Your customers may be more diverse than your marketing.
How well do you know them? Do you have your target segments and do you build marketing campaigns to reflect what you know about them?
Many brands divide their customers into groups based on common characteristics so they can market to each group effectively and appropriately based on those pre-determined characteristics.
But how do you know if those are the most accurate groups to engage? If your sole method of understanding your customers is through demographic segmentations, then at best your understanding is limited and at worst it is incomplete or even misleading.
We vote for letting the data itself reveal the customer personas that inherently exist.
First, let us add some context to why this is important.
We are currently living in what we call a “post demographic” world. What we mean is that consumers have changed. The way we all interact with brands has evolved considerably in recent years.
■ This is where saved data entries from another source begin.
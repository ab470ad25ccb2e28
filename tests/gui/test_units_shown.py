"""One number format everywhere: the window's tiles, status, derived values, assumptions and cautions are the
presentation layer's rows in the reader's units (the text report and CLI use the same rows); typed units move
the unit chooser and related fields follow it."""

from __future__ import annotations

import pytest

from tests.gui.conftest import settle
from ventset.gui import formstate as fs
from ventset.present.quantities import Units
from ventset.present.rows import assumption_rows, derived_sections, expectation_line, patient_line, setting_rows
from ventset.report import plan_to_text

# BIPM SI brochure: 1 mmHg = 133.322387415 Pa, so 1 kPa = 1000 / 133.322387415 mmHg.
MMHG_PER_KPA = 1000 / 133.322387415


def _horse(window):
    window.form.change_species("horse")
    window.form.set_text("mass", "450")
    settle(window)
    return window.controller.plan


def test_tiles_status_and_derived_are_the_presentation_rows(qtbot, window):
    p = _horse(window)
    units = Units("mmHg", "kg")
    for row in setting_rows(p, units):
        tile = window.settings_panel.tiles[row.key]
        assert (tile.name.text(), tile.value.text(), tile.unit.text(), tile.detail.text()) == \
            (row.name, row.value, row.unit, row.detail)
    assert window.status.patient.text() == patient_line(p, units)
    assert window.status.expect.plainText() == expectation_line(p, units).replace("  ", " ")
    window.tabs.setCurrentWidget(window.derived)  # a hidden tab draws the plan when it is shown
    shown = {k: (v.text(), u.text()) for k, (_n, v, u) in window.derived.values.items()}
    for _title, rows in derived_sections(p, units):
        for row in rows:
            if row.key in shown:
                assert shown[row.key][0] == row.value and shown[row.key][1].startswith(row.unit), row.key
    # A 450 kg horse: volumes and flows above 1000 mL are litres (minute ventilation is not '20327 mL/min').
    assert window.settings_panel.tiles["set_vt"].unit.text() == "L"
    assert shown["minute_ventilation"][1] == "L/min" and shown["alveolar_ventilation"][1] == "L/min"
    assert p.ventilation.minute_ml_min > 1000
    assert float(shown["minute_ventilation"][0]) == pytest.approx(p.ventilation.minute_ml_min / 1000, rel=5e-3)


def test_fio2_and_ie_read_the_same_in_the_window_and_the_text_report(qtbot, window):
    p = window.controller.plan
    text = plan_to_text(p)
    fio2 = window.settings_panel.tiles["fio2"].value.text()
    ie = window.settings_panel.tiles["ti"].detail.text().split("I:E ")[1]
    assert f"FiO2                  {fio2} " in text and f"I:E {ie}" in text
    assert window.copy_plan().split("\n", 1)[1] == text.split("\n", 1)[1]


def test_kpa_reaches_the_assumptions_tab_and_every_panel(qtbot, window):
    window.gas_actions["kPa"].trigger()
    settle(window)
    window.tabs.setCurrentWidget(window.assumptions)  # a hidden tab draws the plan when it is shown
    p = window.controller.plan
    table = {window.assumptions.item(r, 0).text(): window.assumptions.item(r, 1).text()
             for r in range(window.assumptions.rowCount())}
    target = next(a for a in p.assumptions if a.key == "target_paco2")
    # 40 mmHg × 133.322387415 Pa/mmHg = 5.33 kPa.
    assert table[target.name] == f"{target.value / MMHG_PER_KPA:.3g} kPa"
    assert not any("mmHg" in v for v in table.values())
    assert [r.value for r in assumption_rows(p, Units("kPa"))] == [window.assumptions.item(r, 1).text()
                                                                    for r in range(window.assumptions.rowCount())]
    assert "mmHg" not in window.status.expect.plainText() and "kPa" in window.status.expect.plainText()
    assert "mmHg" not in window.settings_panel.tiles["fio2"].detail.text()


def test_a_typed_unit_moves_the_chooser_and_lean_mass_follows(qtbot, window):
    form = window.form
    steps = window.undo.count()
    edit = form.rows["mass"].edit
    edit.setFocus()
    edit.selectAll()
    qtbot.keyClicks(edit, "3500 g")
    edit.editingFinished.emit()
    settle(window)
    assert form.rows["mass"].unit.currentData() == "g" and edit.text() == "3500"
    assert form.rows["lean-mass"].unit.currentData() == "g"
    assert window.controller.plan.resolved.mass_kg == pytest.approx(3.5)
    assert window.undo.count() == steps + 1  # typing and the unit it named: one step
    assert window.status.patient.text().split(", ")[1] == "3500 g"
    window.undo.undo()
    settle(window)
    assert form.rows["mass"].unit.currentData() == "kg" and form.rows["lean-mass"].unit.currentData() == "kg"
    assert window.controller.plan.resolved.mass_kg == pytest.approx(4.2)


def test_lean_mass_follows_body_mass_in_lb_and_errors_speak_the_unit_typed(qtbot, window):
    form = window.form
    row = form.rows["mass"]
    row.unit.setCurrentIndex(row.unit.findData("lb"))
    row.unit.activated.emit(row.unit.currentIndex())
    settle(window)
    assert form.rows["lean-mass"].unit.currentData() == "lb"
    form.set_text("lean-mass", "8")
    settle(window)
    # 8 lb × 0.45359237 kg/lb (international pound, 1959) = 3.629 kg.
    assert window.controller.plan.resolved.lean_mass_kg == pytest.approx(3.6287390, rel=1e-6)
    form.set_text("mass", "-3")
    settle(window)
    message = window.form.rows["mass"].error.text()
    assert message.endswith(" lb") and "kg" not in message  # the limits in lb, as typed


def test_typed_kpa_moves_every_gas_field(qtbot, window):
    window.form.set_text("target-paco2", "5.3 kPa")
    settle(window)
    for key in fs.GAS_FIELDS:
        assert window.form.rows[key].unit.currentData() == "kPa", key
    assert window.gas_actions["kPa"].isChecked()
    # 5.3 kPa = 5.3 × 1000 / 133.322387415 mmHg = 39.75 mmHg.
    assert window.controller.request.targets.paco2_mmhg == pytest.approx(5.3 * MMHG_PER_KPA)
Clean lines between consumers based on gender, age, income, or ethnicity are not as useful as they once may have been.
A female working in finance with more disposable income than her male counterpart working in education very well may have more in common with their values and lifestyle than just demographics would suggest.
People across the world continue to construct and re-construct their own identities and rebel against top down driven norms given to them by advertisements of old.
This world, where commonality is not necessarily based on demographics or other control variables, has massive ramifications for the accuracy of the future of consumer segmentation and by extension, marketing and advertising.
Supposedly you conducted research to understand the likelihood to purchase a new consumer household good. You collected data from 1,000 respondents: sex, age, geography, and sensitivity to things like price, brand image, product quality.
A traditional consumer segmentation may have revealed that females are more likely to purchase than males. Or that when you cut the data according to generations, you found out that Gen Z cares more about brand image than Gen X.
But is that the only way that these consumers are similar?! How old they are?
Let’s circle back to our original suggestion and allow the data to do the talking. We do this by using a type of machine learning algorithm called unsupervised learning. This allows us to segment the data according to how the data is behaving and cluster consumers in the most homogenous and efficient groups possible.
The results may show something like the below, a three-dimensional cluster analysis from a product R&D study where the consumers in each group are similar to each other based off of how important quality, image, and price were, and not based on a pre-determined demographic split. Each persona tells a different story.
The first cluster scored low on sensitivity to price and higher on both product quality and brand image. The second cluster scored much higher on price sensitivity, low on caring about product quality and lower on brand image, and the third cluster scored medium about price, and the highest on caring about both product quality and brand image.
The interesting part? Each cluster was made up of a mix of demographic variables!
Each of these unique personas can be messaged to slightly differently. You need to understand how your consumers view the world so you can meet them on their terms.
The purpose of learning is growth.
Consumers and their behaviors are constantly changing and evolving. Conduct segmentation frequently to to make sure your marketing is up to date and on target;
Adapt your marketing strategies to the motivations and desires of your newly discovered segments. By also collecting data about on-line and social media habits you can refine your strategies even more;
Demographics don’t tell us the whole story. You need to collect data related to who your consumers are, what their values are, what they care about, and what drives them and motivates them;
Complement traditional consumer segmentation with machine learning. Every statistical method comes with its own assumptions. Even “no assumption” is an assumption;
Be open to learn about results that confirm your hypothesis and your strategy, and other findings that may surprise you. Staying relevant to your customers to build long-term brand equity and loyalty. Learn, adapt, grow!